Objective: Amphetamine prescribing has increased in the United States in recent years. Previous research identified an increased risk of incident psychosis with prescription amphetamines. The purpose of this study was to examine the impact of dose levels of prescription amphetamines on the risk of this rare but serious adverse outcome.

Methods: A case-control study using electronic health records was conducted to compare the odds of incident psychosis or mania with past-month exposure to prescription amphetamines. Case subjects were patients ages 16-35 hospitalized at McLean Hospital for incident psychosis or mania between 2005 and 2019. Control subjects were patients with an initial psychiatric hospitalization for other reasons, most commonly depression and/or anxiety. Amphetamine doses were converted to dextroamphetamine equivalents and divided into terciles. Secondary analyses evaluated the odds of psychosis or mania with methylphenidate use.

Results: Among 1,374 case subjects and 2,748 control subjects, the odds of psychosis and mania were increased for individuals with past-month prescription amphetamine use compared with no use (adjusted odds ratio=2.68, 95% CI=1.90-3.77).

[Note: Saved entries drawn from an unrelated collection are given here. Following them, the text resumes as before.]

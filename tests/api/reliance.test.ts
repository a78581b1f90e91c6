import { setTimeout as sleep } from 'node:timers/promises';
import { afterAll, beforeAll, expect, test } from 'vitest';
import {
  benchSchema,
  cabinetPlateSchema,
  calibrationSchema,
  homeSchema,
  draftSchema,
  problemSchema,
  protocolSchema,
  type Reliance,
  relianceSchema,
  versionSchema,
} from '../../shared/schemas';
import { answered, call } from './support/calls';
import { type Agent, type Harness, startHarness } from './support/harness';
import {
  benchBody,
  calibrationBody,
  join,
  makeLab,
  quarterCalibration,
  saveVersion,
  target,
  type TestLab,
} from './support/lab';

let harness: Harness;
let lead: Agent;
let lab: TestLab;

beforeAll(async () => {
  harness = await startHarness({ jobs: true });
  lead = await harness.signIn('adaeze-holm');
  lab = await makeLab(harness, lead, 'Relying lab');
});
afterAll(async () => {
  await harness.close();
});

const at = (path: string) => `/labs/${lab.labId}${path}`;

async function relianceOf(plateId: string): Promise<Reliance> {
  return answered(call(harness, lead, 'get', at(`/plates/${plateId}/reliance`)), relianceSchema);
}

/** As a page would: looks again until nothing is being worked out. */
async function settled(plateId: string): Promise<Reliance['versions'][number]> {
  for (;;) {
    const { versions } = await relianceOf(plateId);
    const [version] = versions;
    if (version?.progress === null) return version;
    await sleep(50);
  }
}

const calibrate = (plateId: string, body: object) =>
  answered(call(harness, lead, 'post', at(`/plates/${plateId}/calibrations`), { body }), calibrationSchema);
const protocol = () =>
  answered(call(harness, lead, 'get', at(`/protocols/${lab.protocolId}`)), protocolSchema);
const plateNow = async (plateId: string) => {
  const response = await call(harness, lead, 'get', at(`/plates/${plateId}`));
  return { etag: String(response.headers['etag']) };
};

test('a plate names the benches, drafts and newest versions that rely on it, and others name none', async () => {
  const [first] = lab.plateIds;
  const reliance = await relianceOf(first);
  expect(reliance.benches).toEqual([{ id: lab.benchId, name: 'signal arm' }]);
  expect(reliance.drafts).toEqual([
    { protocolId: lab.protocolId, protocolName: 'Two states', benchName: 'signal arm', targetCount: 2 },
  ]);
  expect(reliance.versions).toMatchObject([{ versionId: lab.version.id, number: 1, draftRevision: 1 }]);
  expect(await relianceOf(lab.sparePlateId)).toEqual({ benches: [], drafts: [], versions: [] });
});

test('a new zero is told of every version that used the old one, with the numbers that the solver gives', async () => {
  const [first, second] = lab.plateIds;
  await calibrate(first, calibrationBody({ offsetDeg: 12.4 + 3 }));
  const { report } = await settled(first);
  expect(report?.stale).toBe(true);
  expect(report?.plates).toMatchObject([
    { plateName: 'H-3', change: 'recalibrated' },
    { plateName: 'Q-B', change: 'same' },
  ]);
  expect(report?.plates[0]?.zeroShiftDeg).toBeCloseTo(3, 9);
  // H before a half-wave plate that is 3° off: sin²(6°), the quarter-wave plate being nearly along.
  expect(report?.oldDials).toMatchObject({ within: 0, out: 2 });
  expect(report?.resolved).toMatchObject({ out: report?.frozen.out });
  const other = await settled(second);
  expect(other.report).toEqual(report);
});

test('home tells designers and leads of versions that were left behind, by the plate that did it', async () => {
  const [first] = lab.plateIds;
  const operator = await harness.signIn('juno-petrak');
  await join(harness, lead, lab.labId, operator, 'operator');
  const staleFor = async (agent: Agent) =>
    (await answered(call(harness, agent, 'get', at('/home')), homeSchema)).waiting.filter(
      ({ kind }) => kind === 'stale-versions',
    );
  const [item, ...others] = await staleFor(lead);
  expect(others).toEqual([]);
  expect(item).toMatchObject({
    subject: { kind: 'plate', id: first, name: 'H-3', change: 'recalibrated' },
    versionCount: 1,
    voidCount: 0,
    asDialled: { outCount: 2 },
  });
  expect(await staleFor(operator)).toEqual([]);
});

test('a calibration that changes nothing leaves nothing stale', async () => {
  const [first] = lab.plateIds;
  await calibrate(first, calibrationBody({ measuredAt: '2026-06-02T10:00:00Z' }));
  const { report } = await settled(first);
  expect(report?.oldDials).toEqual(report?.frozen);
  expect(report?.plates[0]).toMatchObject({ change: 'recalibrated', zeroShiftDeg: 0, retardanceShiftDeg: 0 });
});

test('a plate taken out voids the dials; seated and calibrated anew they stay void, and can be re-solved', async () => {
  const [, second] = lab.plateIds;
  const out = await answered(
    call(harness, lead, 'post', at(`/plates/${second}/take-out`), {
      body: { why: 'cleaned' },
      ifMatch: (await plateNow(second)).etag,
    }),
    cabinetPlateSchema,
  );
  const waiting = await settled(second);
  expect(waiting.report).toMatchObject({ oldDials: null, resolved: null });
  expect(waiting.report?.waits).toHaveLength(1);
  await answered(
    call(harness, lead, 'put', at(`/plates/${second}/seat`), {
      body: { mountId: lab.spareMountId, why: '' },
      ifMatch: `"r${out.revision}"`,
    }),
    cabinetPlateSchema,
  );
  await calibrate(second, quarterCalibration({ measuredAt: new Date().toISOString(), offsetDeg: 11 }));
  const { report } = await settled(second);
  expect(report?.voids).toEqual([{ why: 'seat-ended', plateId: second, plateName: 'Q-B' }]);
  expect(report).toMatchObject({ oldDials: null, waits: [], resolved: { within: report?.frozen.within } });
});

test('one step makes the draft that is solved with the plates of now; a newer version is fresh', async () => {
  const before = await protocol();
  const from = (body: object, revision = before.draft.revision) =>
    call(harness, lead, 'post', at(`/protocols/${lab.protocolId}/draft/from-version`), {
      body,
      ifMatch: `"r${revision}"`,
    });
  // The draft asks for what the version asked for: it is only opened.
  expect(await answered(from({ number: 1 }), draftSchema)).toEqual(before.draft);

  const saved = await answered(
    call(harness, lead, 'put', at(`/protocols/${lab.protocolId}/draft`), {
      body: { ...before.draft.content, name: 'Renamed', targets: [target('t9', 'D')] },
      ifMatch: `"r${before.draft.revision}"`,
    }),
    draftSchema,
  );
  const refusal = await from({ number: 1 }, saved.revision);
  expect(refusal.status).toBe(409);
  const problem = problemSchema.parse(refusal.body);
  expect(problem.detail).toMatch(
    /The draft of Renamed, saved by Adaeze Holm, .* Version 1 would take their place/,
  );
  expect(problem.current).toEqual(saved);
  expect((await from({ number: 1 }, before.draft.revision)).status).toBe(412);
  expect((await from({ number: 7 }, saved.revision)).status).toBe(422);

  const replaced = await answered(from({ number: 1, replace: true }, saved.revision), draftSchema);
  expect(replaced.revision).toBe(saved.revision + 1);
  const version = await answered(
    call(harness, lead, 'get', at(`/protocols/${lab.protocolId}/versions/1`)),
    versionSchema,
  );
  expect(replaced.content).toEqual({ ...before.draft.content, name: 'Renamed' });
  expect(replaced.content.targets.map(({ id }) => id)).toEqual(version.content.targets.map(({ id }) => id));

  await saveVersion(harness, lead, lab.labId, await protocol(), 'Re-solved.');
  const { versions } = await relianceOf(lab.plateIds[1]);
  expect(versions).toMatchObject([{ number: 2, progress: null, report: null }]);
});

test('a bench that gets another plate leaves the versions for its old beam behind', async () => {
  const response = await call(harness, lead, 'get', at(`/benches/${lab.benchId}`));
  const bench = benchSchema.parse(response.body);
  const [, second] = lab.plateIds;
  await answered(
    call(harness, lead, 'put', at(`/benches/${lab.benchId}`), {
      body: { ...benchBody([lab.sparePlateId, second]), name: bench.name },
      ifMatch: `"r${bench.revision}"`,
    }),
    benchSchema,
  );
  const { report } = await settled(lab.plateIds[0]);
  expect(report?.voids.map(({ why, plateName }) => [why, plateName])).toEqual([
    ['not-in-beam', 'H-3'],
    ['new-in-beam', 'H-9'],
  ]);
});
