import { afterAll, beforeAll, describe, expect, test } from 'vitest';
import {
  benchSchema,
  cabinetMountSchema,
  cabinetPlateSchema,
  calibrationSchema,
  plateDetailSchema,
  protocolSchema,
  runSchema,
} from '../../shared/schemas';
import { readCabinet } from '../../shared/cabinet-document';
import { newMount } from '../support/plates';
import { CabinetDesk, faultOf } from './support/cabinet-desk';
import { answered, call } from './support/calls';
import { type Agent, type Harness, startHarness } from './support/harness';
import {
  calibrationBody,
  makeLab,
  plateBody,
  quarterCalibration,
  shownFor,
  type TestLab,
} from './support/lab';

let harness: Harness;
let lead: Agent;
let lab: TestLab;
let desk: CabinetDesk;
beforeAll(async () => {
  harness = await startHarness();
  lead = await harness.signIn('adaeze-holm');
  lab = await makeLab(harness, lead, 'Lab of seats');
  desk = new CabinetDesk(harness, lead, lab.labId);
}, 60_000);
afterAll(async () => {
  await harness.close();
});

describe('a seat', () => {
  test('that ends takes its zero with it, even when the plate comes back into the same mount', async () => {
    const plate = await desk.addPlate('S-1');
    const first = plate.seat;
    expect([plate.health, plate.calibration?.offsetDeg]).toEqual(['overdue', 12.4]);

    const out = await desk.change(plate.id, 'post', '/take-out', { why: 'Cleaned.' });
    expect(out.status).toBe(200);
    expect(await desk.plateNow(plate.id)).toMatchObject({
      seat: null,
      calibration: null,
      health: 'not-seated',
    });

    const seated = await desk.change(plate.id, 'put', '/seat', { mountId: first?.mountId, why: '' });
    expect(seated.status).toBe(200);
    const again = await desk.plateNow(plate.id);
    expect(again).toMatchObject({ calibration: null, health: 'not-calibrated' });
    expect(again.seat?.mountId).toBe(first?.mountId);
    expect(again.seat?.id).not.toBe(first?.id);

    const history = await answered(
      call(harness, lead, 'get', desk.at(`/plates/${plate.id}`)),
      plateDetailSchema,
    );
    expect(history.seats.map(({ leftWhy }) => leftWhy)).toEqual([null, 'Cleaned.']);
    expect(history.calibrations.map(({ seatId }) => seatId)).toEqual([first?.id]);
  });

  test('is left in one step when a plate is seated anew, and that asks why', async () => {
    const plate = await desk.addPlate('S-2');
    const mountId = plate.seat?.mountId;
    const refused = await desk.change(plate.id, 'put', '/seat', { mountId, why: '' });
    expect([refused.status, faultOf(refused.text).path]).toEqual([422, 'why']);
    expect((await desk.plateNow(plate.id)).seat?.id).toBe(plate.seat?.id);
    expect((await desk.change(plate.id, 'put', '/seat', { mountId, why: 'Knocked.' })).status).toBe(200);
    expect((await desk.plateNow(plate.id)).calibration).toBeNull();
  });

  test('begins and ends when a person says, as far as what is known of plate and mount allows', async () => {
    const [plate, other] = [await desk.addPlate('S-10'), await desk.addPlate('S-11')];
    const mountId = plate.seat?.mountId;
    // It was measured at 10:00 on that day, so it sat by then.
    expect(plate.seat?.seatedAt).toBe('2026-06-01T10:00:00.000Z');
    const measured = (measuredAt: string) =>
      desk.change(plate.id, 'post', '/calibrations', calibrationBody({ measuredAt }));
    expect((await measured('2026-06-03T10:00:00Z')).status).toBe(201);
    const out = (why: string, when: string) => desk.change(plate.id, 'post', '/take-out', { why, at: when });
    const refusals = [
      await out('Moved.', '2099-01-01T00:00:00Z'),
      await out('Moved.', '2026-05-30T10:00:00Z'),
      await desk.change(plate.id, 'put', '/seat', { mountId, why: 'Knocked.', at: '2026-06-02T10:00:00Z' }),
    ];
    expect(refusals.map(({ status, text }) => [status, faultOf(text).path])).toEqual([
      [422, 'at'],
      [422, 'at'],
      [422, 'at'],
    ]);
    expect(refusals.map(({ text }) => faultOf(text).detail)).toEqual([
      expect.stringContaining('in the future'),
      expect.stringContaining('S-10 was seated in M S-10 at 2026-06-01 10:00 UTC, after this'),
      expect.stringContaining('was measured in M S-10 at 2026-06-03 10:00 UTC, so it still sat there'),
    ]);
    expect((await out('Moved.', '2026-06-05T10:00:00Z')).status).toBe(200);
    const seat = (plateId: string, when: string) =>
      desk.change(plateId, 'put', '/seat', { mountId, why: 'Moved.', at: when });
    expect(faultOf((await seat(plate.id, '2026-06-04T10:00:00Z')).text).detail).toContain(
      'S-10 sat in M S-10 until 2026-06-05 10:00 UTC',
    );
    expect(faultOf((await seat(other.id, '2026-06-04T10:00:00Z')).text).detail).toContain(
      'S-10 sat in M S-10 until 2026-06-05 10:00 UTC',
    );
    expect((await seat(plate.id, '2026-06-06T10:00:00Z')).status).toBe(200);
    const { seats } = await answered(
      call(harness, lead, 'get', desk.at(`/plates/${plate.id}`)),
      plateDetailSchema,
    );
    expect(seats.map(({ seatedAt, leftAt }) => [seatedAt, leftAt])).toEqual([
      ['2026-06-06T10:00:00.000Z', null],
      ['2026-06-01T10:00:00.000Z', '2026-06-05T10:00:00.000Z'],
    ]);
    expect((await measured('2026-06-06T11:00:00Z')).status).toBe(201);
  });

  test('of a new plate begins when a person says, or when it was measured, and not after that', async () => {
    const add = (name: string, since: string | null, measuredAt: string) => {
      const body = plateBody(name, { calibration: { measuredAt } });
      return call(harness, lead, 'post', desk.at('/plates'), {
        body: { ...body, seat: { ...body.seat, since } },
      });
    };
    const begun = async (...plate: Parameters<typeof add>) =>
      (await answered(add(...plate), cabinetPlateSchema)).seat?.seatedAt;
    expect(await begun('S-12', '2026-04-01T08:00:00Z', '2026-06-01T10:00:00Z')).toBe(
      '2026-04-01T08:00:00.000Z',
    );
    expect(await begun('S-13', null, '2026-06-01T10:00:00Z')).toBe('2026-06-01T10:00:00.000Z');
    const late = await add('S-14', '2026-06-02T08:00:00Z', '2026-06-01T10:00:00Z');
    expect([late.status, faultOf(late.text).path]).toEqual([422, 'seat.calibration.measuredAt']);
    expect(faultOf(late.text).detail).toContain('S-14 sits in M S-14 since 2026-06-02 08:00 UTC');
  });

  test('lasts, so that even one that ended in the minute it began is read back from an export', async () => {
    const own = await makeLab(harness, lead, 'Lab of short seats');
    const path = (rest: string) => `/labs/${own.labId}${rest}`;
    const body = plateBody('S-1', { calibration: { measuredAt: '2026-06-01T10:00:00Z' } });
    const plate = await answered(
      call(harness, lead, 'post', path('/plates'), {
        body: { ...body, seat: { ...body.seat, since: '2026-06-01T10:00:00Z', calibration: null } },
      }),
      cabinetPlateSchema,
    );
    const anew = { mountId: plate.seat?.mountId, why: 'Entered wrongly.', at: '2026-06-01T10:00:00Z' };
    const seated = await call(harness, lead, 'put', path(`/plates/${plate.id}/seat`), {
      body: anew,
      ifMatch: `"r${plate.revision}"`,
    });
    expect(seated.status).toBe(200);
    for (const format of ['csv', 'json'] as const) {
      const { text } = await call(harness, lead, 'get', path(`/cabinet/export?format=${format}`));
      expect(readCabinet(text, format, new Date())).toMatchObject({ ok: true });
    }
  });

  test('did not end before its plate was last dialled', async () => {
    const own = await makeLab(harness, lead, 'Lab of a dialled plate');
    const path = (rest: string) => `/labs/${own.labId}${rest}`;
    const reading = { outcome: 'done', settingIndex: 0, dialledDeg: [12, 301], note: '' };
    await answered(
      call(harness, lead, 'post', path(`/runs/${own.runId}/readings`), { body: reading }),
      runSchema,
    );
    const [half, quarter] = own.plateIds;
    const out = async (plateId: string, when: string | null) => {
      const { plate } = await answered(
        call(harness, lead, 'get', path(`/plates/${plateId}`)),
        plateDetailSchema,
      );
      const body = { why: 'Moved.', at: when };
      return call(harness, lead, 'post', path(`/plates/${plateId}/take-out`), {
        body,
        ifMatch: `"r${plate.revision}"`,
      });
    };
    const early = await out(half, '2026-06-05T10:00:00Z');
    expect([early.status, faultOf(early.text).path]).toEqual([422, 'at']);
    expect(faultOf(early.text).detail).toMatch(
      /^A dial of H-3 was recorded in run 1 at .*, so it still sat there\./u,
    );
    expect((await out(quarter, null)).status).toBe(200);
    // The spare one was in no run.
    expect((await out(own.sparePlateId, '2026-06-05T10:00:00Z')).status).toBe(200);
  });

  test('begins a few minutes after what was said at most, however many things it waited for', async () => {
    const [one, other] = [await desk.addPlate('S-27'), await desk.addPlate('S-28')];
    const minutesAgo = (minutes: number) => new Date(Date.now() - minutes * 60_000).toISOString();
    const out = async (id: string, at: string) =>
      (await desk.change(id, 'post', '/take-out', { why: 'Moved.', at })).status;
    expect(await out(one.id, minutesAgo(60))).toBe(200);
    expect(await out(other.id, minutesAgo(56))).toBe(200);
    const seat = (at: string) =>
      desk.change(one.id, 'put', '/seat', { mountId: other.seat?.mountId, why: '', at });
    // Each alone is near enough to the one before it.
    const early = await seat(minutesAgo(63));
    expect([early.status, faultOf(early.text).path]).toEqual([422, 'at']);
    expect((await seat(minutesAgo(59))).status).toBe(200);
  });

  test('is refused in a mount that holds another plate, is retired or is not there, each by name', async () => {
    const [one, other] = [await desk.addPlate('S-3'), await desk.addPlate('S-4')];
    await desk.change(one.id, 'post', '/take-out', { why: 'Moved.' });
    const taken = await desk.change(one.id, 'put', '/seat', { mountId: other.seat?.mountId, why: '' });
    expect(faultOf(taken.text).path).toBe('mountId');
    expect(faultOf(taken.text).detail).toContain('S-4 sits in M S-4');
    const mount = await answered(
      call(harness, lead, 'post', desk.at('/mounts'), { body: newMount({ name: 'M-old' }) }),
      cabinetMountSchema,
    );
    await call(harness, lead, 'post', desk.at(`/mounts/${mount.id}/retire`), { ifMatch: '"r1"' });
    const retired = await desk.change(one.id, 'put', '/seat', { mountId: mount.id, why: '' });
    expect(faultOf(retired.text).detail).toContain('M-old is retired');
    const missing = await desk.change(one.id, 'put', '/seat', { mountId: one.id, why: '' });
    expect(faultOf(missing.text).detail).toContain('no such mount');
  });

  test('goes to one of two that want the same mount at the same moment', async () => {
    const plates = [await desk.addPlate('S-5'), await desk.addPlate('S-6')];
    for (const { id } of plates) await desk.change(id, 'post', '/take-out', { why: 'Moved.' });
    const answers = await Promise.all(
      plates.map(({ id }) => desk.change(id, 'put', '/seat', { mountId: lab.spareMountId, why: '' })),
    );
    expect(answers.map(({ status }) => status).toSorted()).toEqual([200, 422]);
  });

  test('that has ended is never opened again, not even by the database’s own role', async () => {
    const plate = await desk.addPlate('S-7');
    await desk.change(plate.id, 'post', '/take-out', { why: 'Moved.' });
    await expect(
      harness.database.transaction(async (transaction) => {
        await transaction.raw(`select set_config('app.lab_id', ?, true)`, [lab.labId]);
        await transaction('seats').where({ id: plate.seat?.id }).update({ left_at: null, left_why: null });
      }),
    ).rejects.toThrow(/stays so/);
  });
});

describe('a bench whose plate was taken out', () => {
  test('has no beam to solve for until the plate is calibrated in its new seat, and versions are refused by name', async () => {
    const own = await makeLab(harness, lead, 'Lab of a bench that waits');
    const path = (rest: string) => `/labs/${own.labId}${rest}`;
    const quarter = own.plateIds[1];
    const protocol = await answered(
      call(harness, lead, 'get', path(`/protocols/${own.protocolId}`)),
      protocolSchema,
    );
    const shown = await shownFor(harness, lead, own.labId, protocol.draft.content);
    const plate = (await answered(call(harness, lead, 'get', path(`/plates/${quarter}`)), plateDetailSchema))
      .plate;
    const bench = () => answered(call(harness, lead, 'get', path(`/benches/${own.benchId}`)), benchSchema);
    await call(harness, lead, 'post', path(`/plates/${quarter}/take-out`), {
      body: { why: 'Cleaned.' },
      ifMatch: `"r${plate.revision}"`,
    });
    const run = () => answered(call(harness, lead, 'get', path(`/runs/${own.runId}`)), runSchema);
    expect((await run()).voids).toEqual([{ why: 'seat-ended', plateId: quarter, plateName: 'Q-B' }]);
    expect(await bench()).toMatchObject({
      plates: [],
      notReady: [{ plateId: quarter, name: 'Q-B', part: 'preparation', why: 'not-seated' }],
    });
    const save = await call(harness, lead, 'post', path(`/protocols/${own.protocolId}/versions`), {
      body: { message: 'Again.', shown },
      ifMatch: '"r1"',
    });
    expect([save.status, faultOf(save.text).detail]).toEqual([
      422,
      expect.stringContaining('Q-B sits in no mount'),
    ]);

    await call(harness, lead, 'put', path(`/plates/${quarter}/seat`), {
      body: { mountId: plate.seat?.mountId, why: '' },
      ifMatch: `"r${plate.revision + 1}"`,
    });
    expect((await bench()).notReady.map(({ why }) => why)).toEqual(['not-calibrated']);
    await answered(
      call(harness, lead, 'post', path(`/plates/${quarter}/calibrations`), {
        body: quarterCalibration({ offsetDeg: 12, measuredAt: new Date().toISOString() }),
      }),
      calibrationSchema,
    );
    expect((await bench()).plates.map(({ calibration }) => calibration.offsetDeg)).toEqual([12.4, 12]);

    const start = { versionId: own.version.id, startDialsDeg: [null, null], cautionAcknowledged: true };
    const refused = await call(harness, lead, 'post', path('/runs'), {
      body: { ...start, staleAcknowledged: false },
    });
    expect(faultOf(refused.text).path).toBe('staleAcknowledged');
    expect(faultOf(refused.text).detail).toContain('Q-B has left the seat that version 1 was worked out for');
    // Seated anew and calibrated, the zero that the run dials by is still void; of a finished run nothing is asked.
    expect((await run()).voids.map(({ why }) => why)).toEqual(['seat-ended']);
    for (const settingIndex of [0, 1]) {
      const body = { outcome: 'skipped', settingIndex, note: 'Q-B was moved.' };
      await call(harness, lead, 'post', path(`/runs/${own.runId}/readings`), { body });
    }
    const finish = call(harness, lead, 'post', path(`/runs/${own.runId}/finish`));
    expect((await answered(finish, runSchema)).voids).toEqual([]);
    await answered(
      call(harness, lead, 'post', path('/runs'), { body: { ...start, staleAcknowledged: true } }),
      runSchema,
    );
  });
});
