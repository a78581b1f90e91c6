import type { Convention } from '../../shared/optics/convention';
import type { Stokes } from '../../shared/optics/stokes';
import { EllipseGlyph } from '../components/EllipseGlyph';
import { stateInWords } from '../sphere/path-words';
import { glyphOf } from './glyph';
import type { StageSizes } from './stage-layout';

interface Props {
  readonly state: Stokes;
  readonly convention: Convention;
  readonly sizes: StageSizes;
  readonly viewedFrom: 'receiver' | 'source';
}

/** The light between two plates: a small bar or ellipse in a gap of the beam, with its azimuth or its letter. */
export function StateBetween({ state, convention, sizes, viewedFrom }: Props) {
  const glyph = glyphOf(state, convention);
  const half = sizes.glyphRadius + 6;
  return (
    <span className="stage-between" style={{ height: sizes.zoneHeight }}>
      <span className="stage-gap" style={{ width: 2 * half, height: 2 * half }} aria-hidden="true">
        <svg width={2 * half} height={2 * half} viewBox={`${-half} ${-half} ${2 * half} ${2 * half}`}>
          <path
            d={`M${-half} 0H${half}M0 ${-half}V${half}`}
            className="stroke-rule"
            strokeWidth="0.9"
            strokeDasharray="1 3"
          />
        </svg>
        <EllipseGlyph
          radius={sizes.glyphRadius}
          psiDeg={glyph.psiDeg}
          chiDeg={glyph.chiDeg}
          sense={glyph.sense}
          viewedFrom={viewedFrom}
        />
      </span>
      <span className="stage-state" style={{ top: sizes.zoneHeight / 2 + half + 4 }}>
        <span className="sr-only">then light, {stateInWords(state, convention)}</span>
        <span aria-hidden="true" className={glyph.letter === null ? 'font-mono' : 'stage-letter'}>
          {glyph.letter ?? glyph.azimuth}
        </span>
      </span>
    </span>
  );
}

A dose-response relationship was observed; high doses of amphetamines (>30 mg dextroamphetamine equivalents) were associated with 5.28-fold increased odds of psychosis or mania. Past-month methylphenidate use was not associated with increased odds of psychosis or mania compared with no use (adjusted odds ratio=0.91, 95% CI=0.54-1.55).

Conclusions: Although use of hospitalized control subjects excludes individuals with less severe disease, leading to selection bias, the study results suggest that caution should be exercised when prescribing high doses of amphetamines, with regular screening for symptoms of psychosis or mania.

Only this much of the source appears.